impl TwoBandParams {
    fn default_carriers() -> [CarrierChoice; 2] {
        TwoBandSettings::default().kinds.map(CarrierChoice::from)
    }

    fn default_random_starts() -> usize {
        TwoBandSettings::default().random_starts
    }

    fn default_seed() -> u64 {
        TwoBandSettings::default().seed
    }

    fn settings(&self) -> TwoBandSettings {
        TwoBandSettings {
            kinds: self.carriers.map(CarrierKind::from),
            random_starts: self.random_starts,
            seed: self.seed,
            ..TwoBandSettings::default()
        }
    }
}
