#[cfg(test)]
mod tests {
    use super::*;
    use crate::scattering::{evaluate_model, ScatteringParameters};
    use mobilis_numerics::noise::Rng;
    use mobilis_sdk::sdk::run_typed;

    /// A hall table of n-Si mobilities from 30 to 400 K (Brooks-Herring on 1e16 cm^-3, a
    /// lattice law of 1448 (T/300)^-2.33 cm^2/Vs; invented test input), with 0.5 %
    /// statistical noise, a 1 % field calibration and 0.1 K of temperature uncertainty, as
    /// hall.reduce writes them.
    fn hall_table() -> DataFrame {
        let settings = ScatteringSettings {
            screening: ScreeningDensity::MeasuredCarriers,
            ..ScatteringSettings::new(medium_for(&Material::silicon(), CarrierType::N))
        };
        let truth = ScatteringParameters {
            lattice_mobility_300k_m2_per_vs: 0.1448,
            lattice_exponent: 2.33,
            ionized_density_m3: 1e22,
            neutral_density_m3: None,
            constant_mobility_m2_per_vs: None,
        };
        let mut rng = Rng::seeded(9);
        let temperatures: Vec<f64> = (0..38).map(|i| 30.0 + 10.0 * i as f64).collect();
        let mobilities: Vec<f64> = temperatures
            .iter()
            .map(|&t| {
                evaluate_model(&settings, &truth, t, Some(1e22)).unwrap().total * (1.0 + 0.005 * rng.standard_normal())
            })
            .collect();
        let column = |name: &str, values: Vec<f64>| Column::new(name.into(), values);
        DataFrame::new(
            temperatures.len(),
            vec![
                column("temperature_K", temperatures.clone()),
                column("temperature_K_unc", vec![0.1; temperatures.len()]),
                column("hall_mobility_m2_per_Vs", mobilities.clone()),
                column(
                    "hall_mobility_m2_per_Vs_unc_stat",
                    mobilities.iter().map(|mu| 0.005 * mu).collect(),
                ),
                column(
                    "hall_mobility_m2_per_Vs_unc_sys",
                    mobilities.iter().map(|mu| 0.01 * mu).collect(),
                ),
                column(
                    "hall_mobility_m2_per_Vs_unc",
                    mobilities.iter().map(|mu| 0.005f64.hypot(0.01) * mu).collect(),
                ),
                column("density_m3", vec![1e22; temperatures.len()]),
                column("density_m3_unc_sys", vec![0.03e22; temperatures.len()]),
            ],
        )
        .unwrap()
    }

    fn run(params: &str, hall: DataFrame) -> AnalysisOutput {
        let inputs = Inputs::from_tables([("hall".to_string(), hall)]);
        run_typed::<MobilityScatteringAnalysis>(params, &inputs, &Host::detached()).unwrap()
    }

    #[test]
    fn the_summary_carries_the_budget_and_the_fit_quality() {
        let output = run("{}", hall_table());
        let summary = &output.summary;
        for name in [
            "lattice_exponent",
            "lattice_mobility_300K_m2_per_Vs",
            "ionized_impurity_density_m3",
        ] {
            let total = summary[&format!("{name}_unc")].as_f64().unwrap();
            let statistical = summary[&format!("{name}_unc_stat")].as_f64().unwrap();
            let systematic = summary[&format!("{name}_unc_sys")].as_f64().unwrap();
            assert!((total - statistical.hypot(systematic)).abs() <= 1e-12 * total, "{name}");
        }
        // The 1 % field calibration is 1 % of mu_300 (the fit's linear response).
        let mu_300 = summary["lattice_mobility_300K_m2_per_Vs"].as_f64().unwrap();
        let systematic = summary["lattice_mobility_300K_m2_per_Vs_unc_sys"].as_f64().unwrap();
        assert!((systematic / mu_300 - 0.01).abs() < 1e-3, "{systematic}");
        assert_eq!(summary["weights_column"], json!("hall_mobility_m2_per_Vs_unc_stat"));
        assert_eq!(summary["temperature_uncertainty_used"], json!(true));
        assert_eq!(summary["calibrations_not_stated"], json!([]));
        assert_eq!(summary["floored_points"], json!(0));
        assert_eq!(summary["relative_uncertainty_floor"], json!(RELATIVE_UNCERTAINTY_FLOOR));
        let reduced = summary["reduced_chi_square"].as_f64().unwrap();
        assert!(reduced > 0.5 && reduced < 1.6, "{reduced}");
        assert!(summary["chi_square_p_value"].as_f64().unwrap() > 1e-3);
        assert_eq!(summary["birge_ratio"].as_f64().unwrap(), reduced.sqrt().max(1.0));
        assert!(output.warnings.is_empty(), "{:?}", output.warnings);
        let normalized = output
            .table
            .column("normalized_residual")
            .unwrap()
            .f64()
            .unwrap()
            .clone();
        assert!(normalized.iter().all(|value| value.is_some_and(f64::is_finite)));
    }

    #[test]
    fn an_old_table_is_taken_as_statistical_with_a_warning() {
        let hall = hall_table()
            .drop("hall_mobility_m2_per_Vs_unc_stat")
            .unwrap()
            .drop("hall_mobility_m2_per_Vs_unc_sys")
            .unwrap()
            .drop("density_m3_unc_sys")
            .unwrap();
        let output = run(r#"{"relative_uncertainty_floor": 0.02}"#, hall);
        assert_eq!(output.summary["weights_column"], json!("hall_mobility_m2_per_Vs_unc"));
        assert!(output.summary["lattice_exponent_unc_sys"].is_null());
        assert_eq!(
            output.summary["calibrations_not_stated"],
            json!([
                "mobility scale (field calibration)",
                "carrier-density scale (thickness, field, current and voltage calibrations)"
            ])
        );
        assert!(output
            .warnings
            .iter()
            .any(|warning| warning.contains("no calibration budget was given")));
        // A floor above every point's 1.1 % raises them all, and says so.
        assert_eq!(output.summary["floored_points"], json!(38));
        assert!(output
            .warnings
            .iter()
            .any(|warning| warning.contains("relative_uncertainty_floor")));
    }

    // The drift mobility of hall.reduce is the Hall mobility over one Hall factor per sample:
    // it takes the Hall mobility's relative budget when it has none of its own.
    #[test]
    fn the_drift_mobility_borrows_the_hall_budget() {
        let hall = hall_table();
        let drift: Vec<f64> = hall
            .column("hall_mobility_m2_per_Vs")
            .unwrap()
            .f64()
            .unwrap()
            .into_no_null_iter()
            .map(|mu| mu / 1.18)
            .collect();
        let mut with_drift = hall.clone();
        with_drift
            .with_column(Column::new("drift_mobility_m2_per_Vs".into(), drift))
            .unwrap();
        let drift_output = run(r#"{"mobility_column": "drift_mobility_m2_per_Vs"}"#, with_drift);
        let hall_output = run("{}", hall);
        assert_eq!(
            drift_output.summary["weights_column"],
            json!("hall_mobility_m2_per_Vs_unc_stat")
        );
        assert!(drift_output.warnings.is_empty(), "{:?}", drift_output.warnings);
        // Same relative errors: the same exponent and uncertainties; mu_300 1.18 times lower.
        for key in ["lattice_exponent", "lattice_exponent_unc", "lattice_exponent_unc_sys"] {
            let (a, b) = (
                drift_output.summary[key].as_f64().unwrap(),
                hall_output.summary[key].as_f64().unwrap(),
            );
            assert!((a - b).abs() <= 1e-6 * b.abs(), "{key}: {a} against {b}");
        }
        let ratio = hall_output.summary["lattice_mobility_300K_m2_per_Vs"].as_f64().unwrap()
            / drift_output.summary["lattice_mobility_300K_m2_per_Vs"]
                .as_f64()
                .unwrap();
        assert!((ratio - 1.18).abs() < 1e-5, "{ratio}");
    }

    #[test]
    fn a_floor_out_of_range_is_refused_by_name() {
        let inputs = Inputs::from_tables([("hall".to_string(), hall_table())]);
        let error = run_typed::<MobilityScatteringAnalysis>(
            r#"{"relative_uncertainty_floor": 1.0}"#,
            &inputs,
            &Host::detached(),
        )
        .unwrap_err();
        assert!(error.to_string().contains("relative_uncertainty_floor"), "{error}");
    }
}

_Exercise_
Look through the entries for the string "hypot". Every line that has it belongs in the answer.

_Reply to the task_
                    mobilities.iter().map(|mu| 0.005f64.hypot(0.01) * mu).collect(),
            assert!((total - statistical.hypot(systematic)).abs() <= 1e-12 * total, "{name}");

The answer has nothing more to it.